Collected data entries:

________________________

"""The denoiser interface: wrapping user functions and modules, facts, relaxation."""

from __future__ import annotations

import warnings

import numpy as np
import pytest
import torch

from pnpguard import Denoiser, DenoiserError, Fact, as_denoiser, check_denoiser, relaxed

DTYPES = [np.float32, np.float64]
TORCH_DTYPE = {np.float32: torch.float32, np.float64: torch.float64}


def _numpy_halve(x: np.ndarray) -> np.ndarray:
    # Annotated as numpy, so numpy is chosen without a trial call.
    return x.astype(x.dtype) * 0.5


class _Halve(torch.nn.Module):
    def __init__(self, dtype: torch.dtype = torch.float64):
        super().__init__()
        self.scale = torch.nn.Parameter(torch.tensor(0.5, dtype=dtype))

    def forward(self, x: torch.Tensor) -> torch.Tensor:
        assert x.ndim == 4, "modules must receive (N, C, H, W)"
        return self.scale * x


def _wrapped() -> list[Denoiser]:
    return [
        as_denoiser(lambda x: 0.5 * x, name="torch-halve", backend="torch"),
        as_denoiser(_numpy_halve),
        as_denoiser(_Halve()),
    ]


# ------------------------------------------------------------ kinds and layouts
@pytest.mark.parametrize("dtype", DTYPES)
@pytest.mark.parametrize("shape", [(6, 7), (2, 3, 6, 7)])
@pytest.mark.parametrize("index", range(3))
def test_kind_dtype_and_layout_preserved(dtype, shape, index):
    den = _wrapped()[index]
    rng = np.random.default_rng(0)
    x = rng.random(shape).astype(dtype)
    out = den(x)
    assert isinstance(out, np.ndarray) and out.dtype == dtype and out.shape == shape
    np.testing.assert_allclose(out, 0.5 * x, rtol=1e-6)
    xt = torch.from_numpy(x.copy())
    out_t = den(xt)
    assert isinstance(out_t, torch.Tensor) and out_t.dtype == TORCH_DTYPE[dtype]
    assert out_t.shape == xt.shape and out_t.device == xt.device
    applied = den.apply(xt)
    assert applied.shape == xt.shape and applied.dtype == xt.dtype


def test_numpy_function_detected_and_given_2d_images():
    seen = []

    def record(x):
        seen.append(tuple(x.shape))
        return x.astype(x.dtype)

    den = as_denoiser(record)
    den(np.zeros((2, 3, 4, 5)))
    assert den._backend == "numpy"
    # six numpy calls, one per image; the first one decided the backend and was kept
    assert seen == [(4, 5)] * 6


def test_input_never_modified():
    def destroy_numpy(x):
        x *= 0.0
        return x

    def destroy_torch(x):
        x.mul_(0.0)
        return x

    class Destroy(torch.nn.Module):
        def forward(self, x):
            return x.mul_(0.0)

    for den in (
        as_denoiser(destroy_numpy, backend="numpy"),
        as_denoiser(destroy_torch, backend="torch"),
        as_denoiser(destroy_torch),
        as_denoiser(Destroy()),
    ):
        x = np.arange(1.0, 13.0).reshape(3, 4)
        t = torch.arange(1.0, 13.0, dtype=torch.float64).reshape(1, 1, 3, 4)
        den(x)
        den.apply(t)
        np.testing.assert_array_equal(x, np.arange(1.0, 13.0).reshape(3, 4))
        assert torch.equal(t, torch.arange(1.0, 13.0, dtype=torch.float64).reshape(1, 1, 3, 4))


# ----------------------------------------------------------------- bad output
@pytest.mark.parametrize(
    "den",
    [
        as_denoiser(lambda x: x[..., 1:, :], name="crop-torch", backend="torch"),
        as_denoiser(lambda x: x[1:, :], name="crop-numpy", backend="numpy"),
        as_denoiser(torch.nn.Conv2d(1, 1, 3).double(), name="crop-module"),
    ],
    ids=["torch", "numpy", "module"],
)
def test_wrong_output_shape_is_a_clear_error(den):
    with pytest.raises(DenoiserError) as info:
        den(np.zeros((6, 5)))
    message = str(info.value)
    assert den.name in message and "(6, 5)" in message and "returned" in message


def test_nan_output_is_a_clear_error_on_first_call():
    def poison(x):
        y = x.copy()
        y[:2, :3] = np.nan
        return y

    den = as_denoiser(poison, name="poison", backend="numpy")
    with pytest.raises(DenoiserError, match=r"'poison' returned 6 NaN and 0 infinite"):
        den.apply(torch.zeros(4, 4, dtype=torch.float64))


def test_nan_output_caught_by_call_after_the_first_call():
    calls = []

    def later_nan(x):
        calls.append(1)
        return x * (np.nan if len(calls) > 1 else 1.0)

    den = as_denoiser(later_nan, name="later", backend="numpy")
    den(np.ones((3, 3)))
    with pytest.raises(DenoiserError, match=r"'later' returned 9 NaN"):
        den(np.ones((3, 3)))


def test_wrong_shape_caught_after_the_first_call_too():
    calls = []

    def later_crop(x):
        calls.append(1)
        return x if len(calls) == 1 else x[..., 1:]

    den = as_denoiser(later_crop, backend="torch")
    den.apply(torch.zeros(4, 4))
    with pytest.raises(DenoiserError, match="returned"):
        den.apply(torch.zeros(4, 4))


@pytest.mark.parametrize("den", _wrapped(), ids=["torch", "numpy", "module"])
def test_integer_input_rejected(den):
    with pytest.raises(TypeError, match=r"dtype int64; expected float32 or float64"):
        den(np.zeros((4, 4), dtype=np.int64))
    with pytest.raises(ValueError, match="non-finite"):
        den(np.full((4, 4), np.nan))
    with pytest.raises(TypeError, match=r"torch.float32 or torch.float64"):
        den.apply(torch.zeros(4, 4, dtype=torch.int32))


def test_half_precision_module_rejected():
    with pytest.raises(TypeError, match=r"float16.*float32 or float64"):
        as_denoiser(torch.nn.Conv2d(1, 1, 3).half())


def test_module_runs_in_its_dtype_in_eval_mode():
    module = torch.nn.Sequential(torch.nn.Conv2d(1, 1, 3, padding=1), torch.nn.Dropout(0.5))
    module = module.double().train()
    den = as_denoiser(module)
    assert not module.training and den.differentiable
    x = torch.rand(5, 6, generator=torch.Generator().manual_seed(1))
    out = den(x)
    assert out.dtype == torch.float32 and out.shape == (5, 6)
    expected = module(x.double()[None, None])[0, 0].float()  # dropout is off in eval mode
    torch.testing.assert_close(out, expected.detach())


def test_apply_traced():
    den = as_denoiser(_Halve())
    x = torch.rand(1, 1, 4, 4, dtype=torch.float64, requires_grad=True)
    den.apply_traced(x).sum().backward()
    torch.testing.assert_close(x.grad, torch.full_like(x, 0.5))
    assert not den.apply(x).requires_grad
    with pytest.raises(TypeError, match="not differentiable"):
        as_denoiser(_numpy_halve).apply_traced(x)
    jacobian = torch.func.jacrev(den.apply_traced)(x.detach()[0, 0])
    torch.testing.assert_close(jacobian.reshape(16, 16), 0.5 * torch.eye(16, dtype=torch.float64))


def test_as_denoiser_argument_errors():
    den = as_denoiser(_numpy_halve)
    assert as_denoiser(den) is den
    with pytest.raises(ValueError, match="already a Denoiser"):
        as_denoiser(den, claims=["proximal"])
    with pytest.raises(TypeError, match="callable"):
        as_denoiser(3.0)
    with pytest.raises(ValueError, match=r"\['numpy', 'torch'\]"):
        as_denoiser(_numpy_halve, backend="jax")
    with pytest.raises(ValueError, match="cannot be differentiable"):
        as_denoiser(_numpy_halve, backend="numpy", differentiable=True)
    with pytest.raises(ValueError, match="positive"):
        as_denoiser(_numpy_halve, sigma=-1.0)


# ---------------------------------------------------------------------- facts
def test_user_claims_are_stored_unverified():
    claimed = Fact.averaged(0.3, "trained with a Lipschitz penalty", verified=True)
    den = as_denoiser(
        _numpy_halve, claims=[claimed, "proximal", ("linear_symmetric", (0.5, 0.5))]
    )
    assert [f.kind for f in den.facts] == ["averaged", "proximal", "linear_symmetric"]
    assert all(not f.verified for f in den.facts)
    assert all(f.source.startswith("the user's claim") for f in den.facts)
    assert "trained with a Lipschitz penalty" in den.facts[0].source
    assert den.facts[0].theta == 0.3 and den.facts[2].theta == pytest.approx(0.25)
    with pytest.raises(ValueError, match="each claim"):
        as_denoiser(_numpy_halve, claims=[("firm", 0.5)])
    with pytest.raises(ValueError, match="'nonexpansive' or 'proximal'"):
        as_denoiser(_numpy_halve, claims=["firm"])


def test_fact_validation_and_text():
    with pytest.raises(ValueError, match="valid: 'averaged', 'gradient_step', 'linear_symmetric', 'nonexpansive', 'proximal'"):
        Fact("firm")
    with pytest.raises(ValueError, match="needs `theta`"):
        Fact("averaged")
    with pytest.raises(ValueError, match="contradicts"):
        Fact("linear_symmetric", spectrum=(0.0, 1.0), theta=0.2)
    with pytest.raises(ValueError, match="a <= b"):
        Fact.linear_symmetric((1.0, 0.0), "x")
    fact = Fact.linear_symmetric((-0.5, 0.9), "dense matrix", verified=True)
    assert (fact.theta, fact.lipschitz, fact.residual_lipschitz) == (0.75, 0.9, 1.5)
    assert Fact.linear_symmetric((0.0, 1.5), "x").theta is None  # expansive: not averaged
    text = str(Fact.proximal("soft thresholding", verified=True, tolerance=1e-3))
    assert "theta <= 0.5" in text and "verified" in text and "0.001" in text


def _dense_symmetric(n: int, low: float, high: float, seed: int) -> np.ndarray:
    rng = np.random.default_rng(seed)
    q, _ = np.linalg.qr(rng.standard_normal((n, n)))
    eigenvalues = np.linspace(low, high, n)
    return (q * eigenvalues) @ q.T


@pytest.mark.parametrize("s", [0.3, 0.5, 0.9])
@pytest.mark.parametrize("low, high", [(-0.8, 1.0), (-0.3, 0.6)])
def test_relaxed_facts_match_dense_linear_algebra(s, low, high):
    side = 4
    matrix = _dense_symmetric(side * side, low, high, seed=3)
    spectrum = tuple(np.linalg.eigvalsh(matrix)[[0, -1]])
    den = as_denoiser(
        lambda x: (torch.from_numpy(matrix) @ x.reshape(-1)).reshape(x.shape),
        name="dense",
        backend="torch",
        claims=[("linear_symmetric", spectrum), "nonexpansive"],
    )
    relaxed_den = relaxed(den, s)
    assert relaxed_den.name == f"relaxed({s:g}) dense"
    eye = np.eye(side * side)
    relaxed_matrix = (1 - s) * eye + s * matrix
    x = np.random.default_rng(4).random((side, side))
    np.testing.assert_allclose(relaxed_den(x).reshape(-1), relaxed_matrix @ x.reshape(-1))
    # numpy.linalg.eigvalsh / norm of the dense relaxed matrix as the reference
    eig = np.linalg.eigvalsh(relaxed_matrix)
    linear, nonexpansive = relaxed_den.facts
    assert linear.kind == "linear_symmetric" and not linear.verified
    np.testing.assert_allclose(linear.spectrum, (eig[0], eig[-1]), atol=1e-12)
    assert linear.lipschitz == pytest.approx(np.abs(eig).max(), abs=1e-12)
    assert linear.residual_lipschitz == pytest.approx(np.linalg.norm(eye - relaxed_matrix, 2))
    # theta is the smallest constant with N = I - (I - T)/theta nonexpansive
    # (definition of averagedness, Combettes & Yamada 2015, Def. 1.1)
    theta = linear.theta
    assert np.linalg.norm(eye - (eye - relaxed_matrix) / theta, 2) == pytest.approx(1.0)
    assert np.linalg.norm(eye - (eye - relaxed_matrix) / (0.99 * theta), 2) > 1.0
    assert linear.theta == pytest.approx(s * den.facts[0].theta)
    # a merely nonexpansive map becomes s-averaged
    assert nonexpansive.kind == "averaged" and nonexpansive.theta == pytest.approx(s)
    assert nonexpansive.residual_lipschitz == pytest.approx(2 * s)


def test_relaxed_proximal_and_nesting():
    fact = Fact.proximal("prox", verified=True, tolerance=0.01)
    den = as_denoiser(_numpy_halve)
    den._facts = (fact,)  # as a library denoiser would carry it
    once = relaxed(den, 0.5)
    (relaxed_fact,) = once.facts
    assert relaxed_fact.kind == "averaged" and relaxed_fact.verified
    assert relaxed_fact.theta == 0.25 and relaxed_fact.residual_lipschitz == 0.5
    assert relaxed_fact.tolerance == pytest.approx(0.005)
    twice = relaxed(once, 0.5)
    assert twice.name == "relaxed(0.25) _numpy_halve" and twice.facts[0].theta == 0.125
    x = np.random.default_rng(0).random((5, 5))
    np.testing.assert_allclose(twice(x), 0.75 * x + 0.25 * 0.5 * x)
    assert relaxed(den, 1.0) is den
    with pytest.raises(ValueError, match=r"\(0, 1\]"):
        relaxed(den, 0.0)


# ----------------------------------------------- backend detection (no probes)
def _clip_to_unit(x):
    # numpy-only in intent; numpy ufuncs also accept torch tensors, with a
    # DeprecationWarning about __array_wrap__ under numpy 2 (a torch probe leaks it)
    return np.clip(x, 0.0, 1.0)


def _crop_border(x):
    # written for 2-D images: drops one pixel on each side (a wrong output shape)
    return x[1:-1, 1:-1]


def _smooth_rows(x):
    # written for 2-D images; on a (N, C, H, W) tensor it would run silently on the wrong axes
    out = 0.5 * x
    out[1:-1] = 0.25 * x[:-2] + 0.5 * x[1:-1] + 0.25 * x[2:]
    return out


def test_numpy_function_sees_only_numpy_images_and_raises_no_warning():
    seen = []

    def record(x):
        seen.append((type(x), tuple(x.shape)))
        return _clip_to_unit(x)

    den = as_denoiser(record)
    x = np.random.default_rng(0).random((6, 7))
    with warnings.catch_warnings(record=True) as caught:
        warnings.simplefilter("always")
        out = den(x)
        den.apply(torch.from_numpy(x)[None, None])
    assert [str(w.message) for w in caught] == []
    assert seen == [(np.ndarray, (6, 7))] * 2
    np.testing.assert_array_equal(out, np.clip(x, 0.0, 1.0))  # reference: numpy.clip


def test_numpy_function_for_2d_images_is_never_given_a_batch():
    image = np.random.default_rng(1).random((12, 12))
    den = as_denoiser(_smooth_rows)
    check_denoiser(den, image, budget=20)  # the check works on (N, 1, H, W) batches
    # reference: the user's function applied directly to the 2-D image
    np.testing.assert_allclose(den(image[None, None])[0, 0], _smooth_rows(image), rtol=1e-12)


def test_shape_errors_speak_of_the_users_images():
    with pytest.raises(DenoiserError) as info:
        check_denoiser(as_denoiser(_crop_border, name="crop"), np.zeros((32, 32)), budget=20)
    message = str(info.value)
    assert "(30, 30)" in message and "(32, 32)" in message
    assert "(0, 0, 32, 32)" not in message and "(1, 1, 32, 32)" not in message


def test_backend_from_annotations_and_from_a_numpy_trial():
    seen = []

    def torch_scale(x: torch.Tensor) -> torch.Tensor:
        seen.append(type(x))
        return 0.5 * x

    def untyped_torch(x):
        seen.append(type(x))
        return torch.clamp(x, 0.0, 1.0)  # fails on numpy arrays: a torch function

    x = np.random.default_rng(2).random((5, 6))
    np.testing.assert_allclose(as_denoiser(torch_scale)(x), 0.5 * x)
    assert seen == [torch.Tensor]
    seen.clear()
    np.testing.assert_allclose(as_denoiser(untyped_torch)(x), x)
    assert seen == [np.ndarray, torch.Tensor]  # one numpy trial, then torch for good


def test_a_function_failing_both_ways_names_both_failures_with_shapes():
    def broken(x):
        raise RuntimeError("boom")

    with pytest.raises(DenoiserError) as info:
        as_denoiser(broken)(np.zeros((4, 5)))
    message = str(info.value)
    assert "boom" in message and "(4, 5)" in message and "backend=" in message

________________________

### Exercise
Every line above in which the word "twice" is present must be copied into the answer.

### Response
    twice = relaxed(once, 0.5)
    assert twice.name == "relaxed(0.25) _numpy_halve" and twice.facts[0].theta == 0.125
    np.testing.assert_allclose(twice(x), 0.75 * x + 0.25 * 0.5 * x)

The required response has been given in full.